La vegetación se abigarra en la hondonada, y la flora comienza a devorar la carretera por ambos lados. Desde la vaguada se ve ahora el imponente volcán y los pasajeros se llaman, se pegan a las ventanas, señalando la columna de humo que se eleva desde el cráter y baña en ceniza la montaña del Reventador. Mientras, entre la espesura ha aparecido intermitente el negro del oleoducto. La serpiente metálica anuncia que nos adentramos en el Sucumbíos pionero, petrolero y fronterizo.
La selva fue la que sucumbió acá frente a las retroexcavadoras; el frondoso palmeral de moretes que era Lago Agrio ante los buldóceres. Los norteamericanos colonizaron estos parajes con determinación, impelidos a adueñarse de toda tierra que encubriera crudo, como legitimados por reminiscencias del destino manifiesto. Después de todo, ocupaban un territorio despoblado, sin propietarios. No tuvieron que comprar fincas ni expropiar parcelas. Solo después de desforestar, abrir trochas y asentar campamentos, descubrieron que la selva estaba habitada.

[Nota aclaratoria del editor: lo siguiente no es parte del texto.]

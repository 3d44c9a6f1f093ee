import { Module } from '@nestjs/common';
import { ConfigService } from '@nestjs/config';
import { SequelizeModule } from '@nestjs/sequelize';
import type { AppConfig } from '../config/config';
import { ChangeFeedModule } from './change-feed';
import { connectionOptions } from './connection';

/**
 * The API's connection, as its runtime user (DB_USER); migrations run as the owner (schema-setup.ts).
 * With it, the feed that tells every copy kept in memory when it no longer stands (ChangeFeed).
 */
@Module({
  imports: [
    SequelizeModule.forRootAsync({
      inject: [ConfigService],
      useFactory: (config: ConfigService<AppConfig, true>) => ({
        ...connectionOptions({
          DB_HOST: config.get('DB_HOST', { infer: true }),
          DB_PORT: config.get('DB_PORT', { infer: true }),
          DB_NAME: config.get('DB_NAME', { infer: true }),
          DB_USER: config.get('DB_USER', { infer: true }),
          DB_PASSWORD: config.get('DB_PASSWORD', { infer: true }),
          DB_OWNER_USER: undefined,
          DB_OWNER_PASSWORD: undefined,
        }),
        dialect: 'mariadb' as const,
        autoLoadModels: true,
        synchronize: false,
      }),
    }),
    ChangeFeedModule,
  ],
})
export class DatabaseModule {}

Los cofanes, por su parte, debieron sentir curiosidad ante el derrumbe de la arbolada. Los helicópteros que aterrizaban en sus territorios los desconcertarían; los temblores de la tierra provocados por las explosiones de sondeo los pondrían en guardia. Posiblemente, empezarían a identificar la irrupción con las invasiones de curas y caucheros de las viejas historias. Para cuando quisieron reaccionar ante la ocupación, el petróleo ya brotaba y sus comunidades estaban cercadas por carreteras, tuberías y plataformas.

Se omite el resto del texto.